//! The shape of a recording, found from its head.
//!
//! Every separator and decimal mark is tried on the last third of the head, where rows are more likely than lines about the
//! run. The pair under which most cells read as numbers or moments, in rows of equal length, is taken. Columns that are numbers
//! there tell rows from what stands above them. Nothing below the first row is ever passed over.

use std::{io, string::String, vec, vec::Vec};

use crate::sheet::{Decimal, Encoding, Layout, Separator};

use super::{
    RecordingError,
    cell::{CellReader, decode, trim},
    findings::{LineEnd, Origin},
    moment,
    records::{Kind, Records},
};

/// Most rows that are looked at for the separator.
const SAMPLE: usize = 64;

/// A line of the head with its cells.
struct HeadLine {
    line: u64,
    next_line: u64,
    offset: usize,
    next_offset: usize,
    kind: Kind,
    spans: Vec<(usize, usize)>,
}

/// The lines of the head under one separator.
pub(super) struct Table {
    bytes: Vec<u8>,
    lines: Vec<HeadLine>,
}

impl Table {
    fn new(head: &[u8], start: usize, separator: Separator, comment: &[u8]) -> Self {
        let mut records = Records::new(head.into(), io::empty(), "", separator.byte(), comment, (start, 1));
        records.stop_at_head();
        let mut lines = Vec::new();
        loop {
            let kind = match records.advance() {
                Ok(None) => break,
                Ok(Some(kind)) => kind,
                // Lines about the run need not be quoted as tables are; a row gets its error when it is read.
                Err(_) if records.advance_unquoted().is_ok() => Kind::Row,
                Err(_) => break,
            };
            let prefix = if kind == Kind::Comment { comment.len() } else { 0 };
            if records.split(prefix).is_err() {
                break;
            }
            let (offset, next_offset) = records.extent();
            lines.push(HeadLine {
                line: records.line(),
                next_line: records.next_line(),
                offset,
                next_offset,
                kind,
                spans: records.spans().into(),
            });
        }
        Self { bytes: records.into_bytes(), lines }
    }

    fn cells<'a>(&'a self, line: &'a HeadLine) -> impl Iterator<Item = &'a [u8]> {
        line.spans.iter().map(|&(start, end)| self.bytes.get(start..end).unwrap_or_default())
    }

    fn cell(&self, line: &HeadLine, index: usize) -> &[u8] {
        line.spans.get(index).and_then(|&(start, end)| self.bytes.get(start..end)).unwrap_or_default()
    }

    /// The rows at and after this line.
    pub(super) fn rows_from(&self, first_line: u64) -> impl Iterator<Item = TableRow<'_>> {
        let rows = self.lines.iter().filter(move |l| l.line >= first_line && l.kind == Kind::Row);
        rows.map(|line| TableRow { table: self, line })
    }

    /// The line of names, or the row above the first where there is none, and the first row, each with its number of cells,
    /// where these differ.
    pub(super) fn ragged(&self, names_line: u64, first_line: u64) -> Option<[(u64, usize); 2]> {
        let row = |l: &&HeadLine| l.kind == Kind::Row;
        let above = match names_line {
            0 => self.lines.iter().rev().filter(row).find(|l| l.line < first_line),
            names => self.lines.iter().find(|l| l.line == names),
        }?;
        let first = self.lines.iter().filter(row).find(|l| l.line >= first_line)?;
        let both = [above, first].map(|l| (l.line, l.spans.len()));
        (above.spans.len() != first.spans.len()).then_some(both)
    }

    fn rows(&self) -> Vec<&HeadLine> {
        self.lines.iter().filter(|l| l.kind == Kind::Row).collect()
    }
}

- WORK INSTRUCTIONS: Write out each line above with the word "there".

- ANSWER AREA:
//! there tell rows from what stands above them. Nothing below the first row is ever passed over.
    /// The line of names, or the row above the first where there is none, and the first row, each with its number of cells,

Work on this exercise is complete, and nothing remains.